Heat shock transcription factor 2 predicts mucosal healing and promotes mucosal repair of ulcerative colitis
Published in Scandinavian Journal of Gastroenterology, 2020
Yunling Wen, Junkun Niu, Fengrui Zhang, Jing Wu, Maojuan Li, Yang Sun, Wen Wang, Shuxian Xia, Ying Tan, Kunhua Wang, Yinglei Miao
In our previous research, we discovered that heat shock transcription factor 2 (HSF2) was differentially expressed in UC patients and increased in parallel with the activity of UC. Moreover, the expression of HSF2 in the intestinal mucosa of UC patients was significantly higher than that in Crohn’s disease, Behcet’s disease, intestinal tuberculosis, infective enteritis and intestinal lymphoma [14]. Furthermore, hsf2-/-mice exhibited more severe intestinal inflammation than wild-type mice in a DSS-induced colitis model [15]. These results suggest that HSF2 plays an important role in the pathogenesis of UC and appears to be a novel potential biomarker for UC assessment.
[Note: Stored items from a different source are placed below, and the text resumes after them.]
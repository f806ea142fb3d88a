//! What people do to an alarm. Times here are the wall clock's.

use crate::base::{DAY_US, Instant, names_a_person};

use super::alarm::{Alarm, AlarmAct, AlarmActKind, AlarmState};

/// The longest an alarm can be shelved in one act: a day, so that every shift but the one that
/// shelved it sees it again (common practice, no source). It can be shelved again, with a
/// reason, by a person.
pub const MAX_SHELF_US: i64 = DAY_US;

/// Why a person's act on an alarm is refused. The text tells what to do.
#[derive(Clone, Copy, Debug, PartialEq, Eq, thiserror::Error)]
pub enum AlarmRefused {
    /// Nobody is named.
    #[error("`by` must name the person who does it")]
    NeedsPerson,
    /// Shelving wants a reason.
    #[error("`reason` must say why it is shelved: the next shift reads it")]
    NeedsReason,
    /// The moment is not after now, or further than a shelf reaches.
    #[error("`until` must be a moment within the next 24 hours; shelve again then if need be")]
    UntilOutOfReach,
    /// Its kind is never shelved.
    #[error("an integrity alarm cannot be shelved; acknowledge it and test the train")]
    NeverShelved,
    /// The state does not allow it.
    #[error("{}", not_from(*.0))]
    NotFrom(AlarmState),
}

impl AlarmRefused {
    /// The field that it is about, as a JSON pointer into the request; empty for the alarm.
    pub const fn pointer(self) -> &'static str {
        match self {
            Self::NeedsPerson => "/by",
            Self::NeedsReason => "/reason",
            Self::UntilOutOfReach => "/until",
            Self::NeverShelved | Self::NotFrom(_) => "",
        }
    }
}

/// What people may do to an alarm as it stands.
pub const fn acts_allowed(alarm: &Alarm) -> &'static [AlarmActKind] {
    use AlarmActKind::*;
    let shelf = alarm.kind.can_be_shelved();
    match alarm.state {
        AlarmState::Unacknowledged if shelf => &[Acknowledge, Shelve],
        AlarmState::Unacknowledged | AlarmState::ReturnedUnacknowledged => &[Acknowledge],
        AlarmState::Acknowledged | AlarmState::Shelved if shelf => &[Shelve],
        _ => &[],
    }
}

fn not_from(state: AlarmState) -> &'static str {
    match state {
        AlarmState::Unacknowledged => "the alarm stands; it can be acknowledged or shelved",
        AlarmState::Acknowledged => {
            "the alarm is acknowledged already; it can be shelved, and ends by itself"
        }
        AlarmState::ReturnedUnacknowledged => {
            "the alarm no longer stands; it can only be acknowledged, which ends it"
        }
        AlarmState::Shelved => {
            "the alarm is shelved; it sounds again when the shelf ends, or can be shelved anew"
        }
        AlarmState::SuppressedByDesign => {
            "the alarm keeps quiet while its train is cleaned; wait until the train is back"
        }
        AlarmState::OutOfService => {
            "the alarm keeps quiet while its train is out of service; wait until the train is back"
        }
        AlarmState::Normal => "the alarm is over; there is nothing left to do to it",
    }
}

/// A person says that they know of it. Said again by the same person it changes nothing.
///
/// # Errors
/// If nobody is named, or the alarm is silent or over.
pub fn acknowledge(alarm: &Alarm, by: &str, at: Instant) -> Result<Alarm, AlarmRefused> {
    if !names_a_person(by) {
        return Err(AlarmRefused::NeedsPerson);
    }
    let act = AlarmAct {
        what: AlarmActKind::Acknowledge,
        by: by.trim().to_owned(),
        at,
        until: None,
        reason: None,
    };
    let state = match alarm.state {
        AlarmState::Unacknowledged => AlarmState::Acknowledged,
        AlarmState::ReturnedUnacknowledged => AlarmState::Normal,
        AlarmState::Acknowledged | AlarmState::Normal if is_last(alarm, &act) => {
            return Ok(alarm.clone());
        }
        other => return Err(AlarmRefused::NotFrom(other)),
    };
    let mut next = alarm.clone();
    next.state = state;
    next.acts.push(act);
    Ok(next)
}

/// A person silences it until a moment at most [`MAX_SHELF_US`] away. Said again with the same
/// moment it changes nothing.
///
/// # Errors
/// If nobody or no reason is named, the moment is out of reach, the kind is never shelved, or
/// the alarm does not stand.
pub fn shelve(
    alarm: &Alarm,
    by: &str,
    until: Instant,
    reason: &str,
    at: Instant,
) -> Result<Alarm, AlarmRefused> {
    if !names_a_person(by) {
        return Err(AlarmRefused::NeedsPerson);
    }
    if reason.trim().is_empty() {
        return Err(AlarmRefused::NeedsReason);
    }
    if !alarm.kind.can_be_shelved() {
        return Err(AlarmRefused::NeverShelved);
    }
    let act = AlarmAct {
        what: AlarmActKind::Shelve,
        by: by.trim().to_owned(),
        at,
        until: Some(until),
        reason: Some(reason.trim().to_owned()),
    };
    use AlarmState::*;
    match alarm.state {
        Shelved if is_last(alarm, &act) => return Ok(alarm.clone()),
        Unacknowledged | Acknowledged | Shelved => {}
        other => return Err(AlarmRefused::NotFrom(other)),
    }
    if until <= at || until.since(at) > MAX_SHELF_US {
        return Err(AlarmRefused::UntilOutOfReach);
    }
    let mut next = alarm.clone();
    next.state = Shelved;
    next.shelved_until = Some(until);
    next.acts.push(act);
    Ok(next)
}

/// Whether the act was the last one already, but for its moment.
fn is_last(alarm: &Alarm, act: &AlarmAct) -> bool {
    alarm.acts.last().is_some_and(|last| AlarmAct { at: act.at, ..last.clone() } == *act)
}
HSF2 belongs to the heat shock transcription factor (HSF) family, which are DNA-binding proteins that regulate heat shock protein (HSP) transcription, playing a central role in the heat shock response. Heat shock responses are ubiquitous and exist in all organisms to protect cells against harmful conditions, including heat shock, oxidative stress and microbial infection [16]. Previous evidence has shown that HSF1 and HSP70 play roles in protecting against DSS-induced colitis [17]. HSP70 has been reported to prevent TLR4-mediated intestinal inflammation [18] and accelerate wound healing [19]. HSP27 regulates colonic myofibroblast migration and plays an important role in MH in the setting of inflammation [20]. HSP90, HSP70, and HSP27 all regulate the TGF-β/Smad signaling pathway [21–23]. The above studies indicated that HSF1 and HSPs are important for intestinal inflammation and mucosal repair in UC. Accordingly, we hypothesized that HSF2 has a similar effect, but the role of HSF2 in MH is unclear. To confirm this hypothesis, we conducted this study.